## Work required
When you reach the records below, repeat each one exactly as written.

Collected data
○ ○ ○ ○ ○

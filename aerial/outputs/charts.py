"""Charts of a report's result dict, drawn with matplotlib into SVG text whose words stay text.

Every chart here reads only the result dict of :func:`aerial.estimate.assemble.analyse`
(no second set of figures) and returns an SVG document as a string. The SVG
keeps its words as ``<text>`` elements (matplotlib's ``svg.fonttype = "none"``),
so they can be selected, searched and read by a screen reader. Colours come from
the Okabe–Ito palette, which stays distinct under the common colour-vision
deficiencies; no meaning rests on red against green alone (line styles, marker
shapes and words carry it too). Every axis names its quantity and its unit.

Used by the shared HTML page (:mod:`aerial.outputs.page`) and by the loose SVG
files of ``aerial report --pictures`` (:mod:`aerial.outputs.pictures`).
"""

from __future__ import annotations

import contextlib
import io
import re

import numpy as np

#: Okabe & Ito (2008), "Color Universal Design": distinguishable with the common colour-vision deficiencies.
PALETTE = {"blue": "#0072B2", "orange": "#E69F00", "sky": "#56B4E9", "green": "#009E73", "yellow": "#F0E442",
           "vermillion": "#D55E00", "purple": "#CC79A7", "black": "#000000", "grey": "#777777"}

#: Marker and colour per station verdict: the shape and the printed word carry the meaning, not the colour.
VERDICT_STYLE = {"clearly heard": ("o", PALETTE["blue"]), "marginal": ("s", PALETTE["orange"]),
                 "heard with interference": ("^", PALETTE["orange"]), "swamped": ("v", PALETTE["vermillion"]),
                 "out of the tuning range": ("D", PALETTE["grey"]), "below the noise": ("P", PALETTE["vermillion"]),
                 "not heard": ("X", PALETTE["vermillion"])}

_RC = {"svg.fonttype": "none", "font.family": "sans-serif", "font.size": 9.0, "axes.titlesize": 10.0,
       "svg.image_inline": True, "text.usetex": False}


def plain_label(text) -> str:
    """A site string made safe for matplotlib: no mathtext (``$``), no leading underscore.

    >>> plain_label("$5 a _night_")
    '\\\\$5 a _night_'
    """
    text = str(text).replace("$", r"\$")
    return text[1:] if text.startswith("_") else text


def new_figure(width_in: float, height_in: float, layout: str | None = "constrained"):
    """A matplotlib Figure that belongs to no global pyplot state (safe in a library)."""
    from aerial.outputs.plan_drawing import matplotlib_config_dir

    matplotlib_config_dir()  # before matplotlib loads: no cache warnings when the home folder is read-only
    from matplotlib.figure import Figure

    return Figure(figsize=(width_in, height_in), layout=layout)


def svg_of(fig, name: str, label: str) -> str:
    """The figure as an SVG document with text kept as text, deterministic ids and an accessible name.

    ``name`` seeds the ids (so several charts can live in one HTML page without
    clashing); ``label`` becomes the picture's ``<title>`` and ``aria-label``.
    """
    import matplotlib

    from aerial.outputs.svg_canvas import measuring_svg_canvas

    buf = io.StringIO()
    canvas = fig.canvas
    with matplotlib.rc_context({**_RC, "svg.hashsalt": f"aerial-{name}"}):
        measuring_svg_canvas(fig)  # the SVG canvas savefig would take, measuring each string once per process
        try:
            _lay_out(fig)
            fig.savefig(buf, format="svg", metadata={"Date": None, "Creator": "aerial", "Title": label})
        finally:
            fig.set_canvas(canvas)
    return named_svg(buf.getvalue(), name, label)


def named_svg(text: str, name: str, label: str) -> str:
    """matplotlib's SVG text with its ids prefixed by ``name`` and ``label`` as its title and accessible name."""
    from xml.sax.saxutils import escape, quoteattr

    # ids unique across charts: matplotlib's ids come from a hash; prefix them with the chart's name
    text = re.sub(r'id="([^"]+)"', lambda m: f'id="{name}-{m.group(1)}"', text)
    text = re.sub(r'(url\(#|xlink:href="#|href="#)([^)"]+)', lambda m: f"{m.group(1)}{name}-{m.group(2)}", text)
    text = text.replace("<svg ", f'<svg role="img" aria-label={quoteattr(label)} class="chart" ', 1)
    return re.sub(r"(<svg[^>]*>)", lambda m: m.group(1) + f"\n <title>{escape(label)}</title>", text, count=1)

○ ○ ○ ○ ○

## Output
filename aerial/outputs/charts.py
"""Charts of a report's result dict, drawn with matplotlib into SVG text whose words stay text.

Every chart here reads only the result dict of :func:`aerial.estimate.assemble.analyse`
(no second set of figures) and returns an SVG document as a string. The SVG
keeps its words as ``<text>`` elements (matplotlib's ``svg.fonttype = "none"``),
so they can be selected, searched and read by a screen reader. Colours come from
the Okabe–Ito palette, which stays distinct under the common colour-vision
deficiencies; no meaning rests on red against green alone (line styles, marker
shapes and words carry it too). Every axis names its quantity and its unit.

Used by the shared HTML page (:mod:`aerial.outputs.page`) and by the loose SVG
files of ``aerial report --pictures`` (:mod:`aerial.outputs.pictures`).
"""

from __future__ import annotations

import contextlib
import io
import re

import numpy as np

#: Okabe & Ito (2008), "Color Universal Design": distinguishable with the common colour-vision deficiencies.
PALETTE = {"blue": "#0072B2", "orange": "#E69F00", "sky": "#56B4E9", "green": "#009E73", "yellow": "#F0E442",
           "vermillion": "#D55E00", "purple": "#CC79A7", "black": "#000000", "grey": "#777777"}

#: Marker and colour per station verdict: the shape and the printed word carry the meaning, not the colour.
VERDICT_STYLE = {"clearly heard": ("o", PALETTE["blue"]), "marginal": ("s", PALETTE["orange"]),
                 "heard with interference": ("^", PALETTE["orange"]), "swamped": ("v", PALETTE["vermillion"]),
                 "out of the tuning range": ("D", PALETTE["grey"]), "below the noise": ("P", PALETTE["vermillion"]),
                 "not heard": ("X", PALETTE["vermillion"])}

_RC = {"svg.fonttype": "none", "font.family": "sans-serif", "font.size": 9.0, "axes.titlesize": 10.0,
       "svg.image_inline": True, "text.usetex": False}


def plain_label(text) -> str:
    """A site string made safe for matplotlib: no mathtext (``$``), no leading underscore.

    >>> plain_label("$5 a _night_")
    '\\\\$5 a _night_'
    """
    text = str(text).replace("$", r"\$")
    return text[1:] if text.startswith("_") else text


def new_figure(width_in: float, height_in: float, layout: str | None = "constrained"):
    """A matplotlib Figure that belongs to no global pyplot state (safe in a library)."""
    from aerial.outputs.plan_drawing import matplotlib_config_dir

    matplotlib_config_dir()  # before matplotlib loads: no cache warnings when the home folder is read-only
    from matplotlib.figure import Figure

    return Figure(figsize=(width_in, height_in), layout=layout)


def svg_of(fig, name: str, label: str) -> str:
    """The figure as an SVG document with text kept as text, deterministic ids and an accessible name.

    ``name`` seeds the ids (so several charts can live in one HTML page without
    clashing); ``label`` becomes the picture's ``<title>`` and ``aria-label``.
    """
    import matplotlib

    from aerial.outputs.svg_canvas import measuring_svg_canvas

    buf = io.StringIO()
    canvas = fig.canvas
    with matplotlib.rc_context({**_RC, "svg.hashsalt": f"aerial-{name}"}):
        measuring_svg_canvas(fig)  # the SVG canvas savefig would take, measuring each string once per process
        try:
            _lay_out(fig)
            fig.savefig(buf, format="svg", metadata={"Date": None, "Creator": "aerial", "Title": label})
        finally:
            fig.set_canvas(canvas)
    return named_svg(buf.getvalue(), name, label)


def named_svg(text: str, name: str, label: str) -> str:
    """matplotlib's SVG text with its ids prefixed by ``name`` and ``label`` as its title and accessible name."""
    from xml.sax.saxutils import escape, quoteattr

    # ids unique across charts: matplotlib's ids come from a hash; prefix them with the chart's name
    text = re.sub(r'id="([^"]+)"', lambda m: f'id="{name}-{m.group(1)}"', text)
    text = re.sub(r'(url\(#|xlink:href="#|href="#)([^)"]+)', lambda m: f"{m.group(1)}{name}-{m.group(2)}", text)
    text = text.replace("<svg ", f'<svg role="img" aria-label={quoteattr(label)} class="chart" ', 1)
    return re.sub(r"(<svg[^>]*>)", lambda m: m.group(1) + f"\n <title>{escape(label)}</title>", text, count=1)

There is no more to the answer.